Aider Polyglot
Aider Polyglot — Übersicht
Aider Polyglot ist ein Code-Editing-Benchmark, der die Programmierfähigkeiten von LLMs anhand von 225 anspruchsvollen Programmieraufgaben in sechs Sprachen (C++, Go, Java, JavaScript, Python, Rust) bewertet. Die getesteten LLMs erhalten zwei Versuche pro Aufgabe: Bei einem Fehler im ersten Versuch werden die Unit-Test-Ergebnisse als Feedback für einen zweiten Korrekturversuch bereitgestellt. Aider Polyglot wurde entwickelt, um die Sättigung des ursprünglichen Python-only-Benchmarks von Aider zu überwinden und eine deutlichere Differenzierung zwischen den stärksten Coding-Modellen zu ermöglichen. In 2026 gilt auch Aider Polyglot als gesättigt und wird nicht mehr aktiv aktualisiert.
Aider Polyglot Leaderboard
Ranking aller getesteten Modelle im Aider Polyglot Benchmark, sortiert nach Score.
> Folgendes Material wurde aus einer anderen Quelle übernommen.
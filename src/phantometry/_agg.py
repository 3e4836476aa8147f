"""Matplotlib with the Agg backend, imported ahead of need.

Preloaded by the fork server of :func:`phantometry.compare.compare`, so every worker process
starts with pyplot imported (about half a second each otherwise). Pictures are only ever
drawn off screen (Agg), so selecting it here changes nothing else.
"""

import matplotlib

matplotlib.use("Agg")

import matplotlib.pyplot  # noqa: E402,F401  (the import is the point)
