def measure_volume(
    volume: Volume,
    template: Template,
    fill: FillRecord,
    *,
    overrides: dict[str, np.ndarray] | None = None,
    where: str | None = None,
    bands: Sequence[Any] | None = None,
    uncertainties: bool = True,
    resolution: bool = True,
    variance_power: float = 1.0,
) -> BodyAnalysis:
    """Locate the phantom and compute every NEMA NU 2 and recovery metric.

    Parameters
    ----------
    volume : Volume in Bq/mL with a timezone-aware ``acquired_at``.
    template : a body image-quality template (``iec-body``).
    fill : the fill record; true concentrations are decay-corrected to ``volume.acquired_at``.
    overrides : manual insert centres, world mm.
    bands : acceptance band sets (:class:`phantometry.bands.BandSet`, names or files) whose
        verdicts fill the rows' ``band``, ``band_low``, ``band_high``, ``verdict``
        (:func:`phantometry.bands.apply_bands`).
    uncertainties : estimate the noise and give every ROI-mean based metric its standard
        uncertainty (:mod:`phantometry.uncertainty`).
    resolution : fit the blurred-sphere model and add ``effective_fwhm_mm`` on ROI
        ``phantom`` (:mod:`phantometry.metrics.resolution`).
    variance_power : ``p`` of the noise level law ``var ~ level^p`` (1: Poisson-like).

    Returns
    -------
    BodyAnalysis with :class:`~phantometry.results.Measurement` rows.
    """
    where = where or volume.source or "image"
    if template.analysis.kind == "small_animal_image_quality":
        from .small_animal import measure_small_animal

        return _with_bands(measure_small_animal(volume, template, fill, overrides=overrides, where=where), bands, template)  # type: ignore[return-value]
    if template.analysis.kind == "inserts":
        from .generic import measure_inserts

        return _with_bands(measure_inserts(volume, template, fill, overrides=overrides, where=where), bands, template)  # type: ignore[return-value]
    if template.analysis.kind != "body_image_quality":
        raise InputError(f"template {template.name}: analysis kind {template.analysis.kind} is not measurable yet")
    if volume.acquired_at is None:
        raise InputError(f"{where}: the image has no acquisition time; give it (NIfTI: --acquired-at) so the fill record can be decay-corrected")
    if volume.nuclide and volume.nuclide != fill.nuclide.name:
        raise InputError(f"{where}: image nuclide {volume.nuclide} differs from the fill record's {fill.nuclide.name}")
    at = volume.acquired_at
    spheres = template.spheres
    try:
        true_bg = fill.background_bq_ml(at)
        true_ins = {s.name: fill.insert_bq_ml(s.name, at) for s in spheres}
        hot = {s.name: not fill.is_cold(s.name) for s in spheres}
        ratio = {s.name: (fill.activity_ratio(s.name) if hot[s.name] else 0.0) for s in spheres}
    except FillRecordError:
        # a fill record that does not fit the template often means the wrong template: say so
        from .locate import check_body_size

        check_body_size(volume, template, where)
        raise
    placement = locate(volume, template, hot=hot, activity_ratio=ratio, overrides=overrides, where=where)
    analysis = template.analysis
    bg_set = template.background
    assert bg_set is not None
    u, v, axis = _plane_basis(placement)
    common = dict(series_uid=volume.series_uid, acquired_at=at.isoformat(), template=template.name)
    rows: list[Measurement] = []
    warnings = list(placement.warnings)

    def add(roi: str, metric: str, value: float, unit: str, note: str | None = None) -> None:
        rows.append(Measurement(roi=roi, metric=metric, value=float(value), unit=unit, note=note, **common))  # type: ignore[arg-type]

    # ---- background ROIs on every slice offset, every size
    half_width = template.body.half_extent_xy_mm + 10
    planes: dict[float, PlaneImage] = {}
    means: dict[float, list[np.ndarray]] = {d: [] for d in bg_set.diameters_mm}
    centres_xy = np.asarray(bg_set.centres_xy_mm, float)
    for off in bg_set.slice_offsets_mm:
        plane_centre = placement.to_world([0.0, 0.0, off])
        plane = sample_plane(volume, plane_centre, u, v, half_width)
        planes[off] = plane
        world = placement.to_world(np.c_[centres_xy, np.full(len(centres_xy), off)])
        uv = plane.world_to_uv(world)
        for d in bg_set.diameters_mm:
            try:
                means[d].append(disc_means(plane, uv, d))
            except PhantomNotFound:
                raise PhantomNotFound(
                    f"{where}: background ROIs at {off:+g} mm from the sphere plane fall outside the image; "
                    "is the whole phantom in the field of view?"
                ) from None
    roi_means = {d: np.concatenate(m) for d, m in means.items()}
    c_b = {}
    bv = {}
    for d, m in roi_means.items():
        bv[d], c_b[d], _ = background_variability(m)
    ref_d = analysis.reference_background_diameter_mm
    c_b_ref = c_b[ref_d]
    # ---- spheres
    for s in spheres:
        centre = placement.insert_centre(s.name)
        sp = sample_plane(volume, centre, u, v, s.diameter_mm / 2 + 4 * float(np.max(volume.spacing_mm)))
        try:
            c_sphere = float(disc_means(sp, sp.world_to_uv(centre[None]), s.diameter_mm)[0])
        except PhantomNotFound:
            raise PhantomNotFound(f"{where}: {s.name} lies outside the image; is the whole phantom in the field of view?") from None
        cb = c_b.get(s.diameter_mm, c_b_ref)
        if hot[s.name]:
            if ratio[s.name] <= 1:
                raise InputError(f"fill record: {s.name} is hot but its ratio to background is {ratio[s.name]:g} (must exceed 1)")
            add(s.name, "percent_contrast", percent_contrast_hot(c_sphere, cb, ratio[s.name]), "%")
        else:
            add(s.name, "percent_contrast", percent_contrast_cold(c_sphere, cb), "%")
        add(s.name, "background_variability_pct", bv.get(s.diameter_mm, math.nan), "%")
        if hot[s.name]:
            rc = recovery_coefficients(
                volume,
                centre,
                s.diameter_mm,
                true_ins[s.name],
                c_b_ref,
                peak_diameter_mm=analysis.peak_diameter_mm,
                isocontour_fraction=analysis.isocontour_fraction,
            )
            for k in ("rc_max", "rc_mean", "rc_peak"):
                add(s.name, k, rc[k], "1")
        for axis_name, val in zip("xyz", centre):
            add(s.name, f"centre_{axis_name}_mm", val, "mm")
    # ---- lung insert residual
    if analysis.lung_insert is not None:
        lung = template.insert(analysis.lung_insert)
        offsets = analysis.lung_slice_offsets_mm or bg_set.slice_offsets_mm
        lung_vals = []
        for off in offsets:
            plane = planes.get(off)
            if plane is None:
                plane = sample_plane(volume, placement.to_world([0.0, 0.0, off]), u, v, half_width)
            lc = placement.to_world([lung.centre_mm[0], lung.centre_mm[1], off])
            if analysis.lung_insert in (overrides or {}):
                lc = placement.insert_centre(lung.name) + (off - float(placement.to_template(placement.insert_centre(lung.name))[2])) * axis
            lung_vals.append(float(disc_means(plane, plane.world_to_uv(lc[None]), analysis.lung_roi_diameter_mm)[0]))
        avg, _ = lung_residual(np.array(lung_vals), c_b_ref)
        add(lung.name, "lung_residual_pct", avg, "%")
    # ---- background level and calibration check
    add("background", "mean_bq_ml", c_b_ref, "Bq/mL")
    recovery = c_b_ref / true_bg
    note = None
    if abs(recovery - 1.0) > BACKGROUND_WARNING_FRACTION:
        note = (
            f"WARNING: measured background {c_b_ref:.0f} Bq/mL is {100 * (recovery - 1):+.0f} % from the fill record's "
            f"{true_bg:.0f} Bq/mL; check the fill record (activity, times, volume), units and calibration"
        )
        warnings.append(note)
    add("background", "activity_recovery", recovery, "1", note)
    result = BodyAnalysis(volume, template, fill, placement, rows, planes, roi_means, true_bg, true_ins, warnings)
    _judge_body(result, overrides=overrides, uncertainties=uncertainties, resolution=resolution, variance_power=variance_power)
    return _with_bands(result, bands, template)


def _judge_body(analysis: BodyAnalysis, *, overrides, uncertainties: bool, resolution: bool, variance_power: float) -> None:
    """Add the noise model, the standard uncertainties and the effective FWHM row (in place).

    A step that cannot be done (too little background, a failed fit) leaves its numbers out
    and says so in the warnings; it never stops the measurement.
    """
    import dataclasses

    noise = None
    if uncertainties or resolution:
        from .uncertainty import estimate_noise

        try:
            noise = estimate_noise(analysis.volume, analysis.placement, analysis.template, variance_power=variance_power)
        except PhantometryError as exc:
            analysis.warnings.append(f"no uncertainties: the noise could not be estimated ({exc})")
    analysis.noise = noise
    fit = None
    if resolution:
        from .metrics.resolution import fit_body

        try:
            fit = fit_body(analysis, noise)
        except PhantometryError as exc:
            analysis.warnings.append(f"effective resolution not fitted: {exc}")
        else:
            note = fit.note()
            if fit.rms_weighted_residual is not None and fit.rms_weighted_residual > 2.0:
                warn = (
                    f"the blurred-sphere model fits the sphere voxels poorly (RMS residual {fit.rms_weighted_residual:.1f} noise SDs); "
                    "effective_fwhm_mm may not describe this reconstruction (edge overshoot, non-Gaussian response, wrong fill record)"
                )
                analysis.warnings.append(warn)
                note = f"WARNING: poor model fit; {note}"
            r0 = analysis.rows[0]
            analysis.rows.append(Measurement(series_uid=r0.series_uid, acquired_at=r0.acquired_at, template=r0.template, roi="phantom",
                                             metric="effective_fwhm_mm", value=fit.fwhm_mm, unit="mm", uncertainty=fit.se_mm, note=note))
    analysis.resolution = fit
    if uncertainties and noise is not None:
        from .uncertainty import body_uncertainties

        try:
            us = body_uncertainties(analysis, noise, resolution_fit=fit, overrides=overrides)
        except PhantometryError as exc:
            analysis.warnings.append(f"no uncertainties: {exc}")
        else:
            analysis.rows[:] = [
                dataclasses.replace(r, uncertainty=float(us[(r.roi, r.metric)])) if (r.roi, r.metric) in us and r.uncertainty is None else r
                for r in analysis.rows
            ]


def _with_bands(analysis: Any, bands: Sequence[Any] | None, template: Template) -> Any:
    """Apply acceptance band sets to an analysis's rows (in place); warnings join its warnings."""
    if not bands:
        return analysis
    from .bands import apply_bands, load_band_set

    sets = [load_band_set(b) for b in bands]
    rows, warns = apply_bands(analysis.rows, sets, fill=getattr(analysis, "fill", None), template=template)
    analysis.rows[:] = rows
    analysis.warnings.extend(warns)
    if hasattr(analysis, "band_sets"):
        analysis.band_sets = sets
    return analysis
Beispielaufgaben aus dem Aider Polyglot Benchmark
Die folgenden Beispielaufgaben zeigen typische Fragestellungen, die im Aider Polyglot Benchmark vorkommen.
Zebra Puzzle (Go/Python/JavaScript): Solve the Zebra Puzzle. There are five houses in a row, each with a different color, inhabited by people of different nationalities, with different pets, drinks and cigarettes. Given 15 constraints, determine: Which resident drinks water? Who owns the zebra?
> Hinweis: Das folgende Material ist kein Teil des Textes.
def apply_bands(
    rows: list[Measurement],
    band_sets: Sequence[BandSet],
    *,
    fill: "FillRecord | None" = None,
) -> tuple[list[Measurement], list[str]]:
    """Judge measurement rows against band sets.

    Parameters
    ----------
    rows : the measurement rows (not modified).
    band_sets : band sets to apply. A metric judged by several sets keeps one row (one row
        per roi and metric, as measurements.csv promises): ``band`` joins the set names with
        ``+``, ``band_low``/``band_high`` are the intersection of their limits (the range that
        passes them all), the verdict is the worst (``fail`` over ``n/a`` over ``pass``), and
        the note gives each set's limits and verdict.
    fill : the fill record; when given, a set whose ``activity_ratio`` differs by more than
        10 % from an insert's ratio warns (and says so in the affected rows' notes).

    Returns
    -------
    (rows, warnings)
        Rows with ``band``, ``band_low``, ``band_high`` and ``verdict`` (``pass``, ``fail``,
        ``n/a``) filled where a band applies; rows without a band are unchanged (verdict
        None). A banded metric missing from ``rows`` gets a row with value NaN and verdict
        ``n/a``.
    """
    warnings: list[str] = []
    seen_names: set[str] = set()
    sets: list[BandSet] = []
    for bs in band_sets:
        if bs.name in seen_names:
            continue
        seen_names.add(bs.name)
        sets.append(bs)
    if not sets:
        return list(rows), warnings
    # ratio checks
    ratio_notes: dict[tuple[str, str], str] = {}
    if fill is not None:
        for bs in sets:
            if bs.activity_ratio is None:
                continue
            off = {}
            for e in bs.entries:
                r = _ratio_of(fill, e.roi)
                if r is not None and abs(r / bs.activity_ratio - 1.0) > RATIO_WARNING_FRACTION:
                    off[e.roi] = r
            if off:
                ratios = sorted({round(v, 3) for v in off.values()})
                text = (
                    f"band set {bs.name} assumes a {bs.activity_ratio:g}:1 ratio but the fill record gives "
                    f"{', '.join(f'{r:g}:1' for r in ratios)} for {', '.join(sorted(off))}; "
                    "its verdicts on those ROIs do not compare like with like"
                )
                warnings.append(text)
                for roi in off:
                    ratio_notes[(bs.name, roi)] = f"WARNING: band ratio {bs.activity_ratio:g}:1, fill {off[roi]:g}:1"
    by_key: dict[tuple[str, str], list[tuple[BandSet, BandEntry]]] = {}
    for bs in sets:
        for e in bs.entries:
            by_key.setdefault((e.roi, e.metric), []).append((bs, e))
    out: list[Measurement] = []
    covered: set[tuple[str, str]] = set()
    for row in rows:
        matches = by_key.get((row.roi, row.metric))
        if not matches:
            out.append(row)
            continue
        out.append(_banded(row, matches, ratio_notes))
        covered.add((row.roi, row.metric))
    proto = rows[0] if rows else None
    for key, matches in by_key.items():
        if key in covered:
            continue
        roi, metric = key
        why = "not measured"
        if fill is not None and metric.startswith("rc_") and fill.is_cold(roi):
            why = "not measured: the insert is cold (no recovery coefficient)"
        row = Measurement(
            series_uid=proto.series_uid if proto else None,
            acquired_at=proto.acquired_at if proto else None,
            template=proto.template if proto else matches[0][0].template,
            roi=roi,
            metric=metric,
            value=math.nan,
            unit=unit_of_metric(metric),
            note=why,
        )
        out.append(_banded(row, matches, ratio_notes))
    return out, warnings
Implement a constraint satisfaction solver that efficiently narrows down approximately 24.8 billion possible combinations using the 15 given logical constraints to determine that the Norwegian drinks water and the Japanese owns the zebra.
Bowling (Python/JavaScript/Java): Score a bowling game. Implement two methods: roll(pins) to record each throw and score() to calculate the final game total. Handle open frames, spares (10 + next throw), strikes (10 + next two throws), and the special 10th frame fill balls. Raise exceptions for invalid inputs.
Implement a BowlingGame class that tracks rolls frame by frame, correctly applies spare and strike bonus scoring rules, handles the 10th frame's fill ball logic, and validates all inputs (pin counts, game state).
React (Rust/JavaScript/Python): Implement a basic reactive system with cells with settable values ('input' cells) and cells with values computed in terms of other cells ('compute' cells). Compute cells should allow for registering change notification callbacks. Call a cell's callbacks when the cell's value in a new stable state has changed from the previous stable state.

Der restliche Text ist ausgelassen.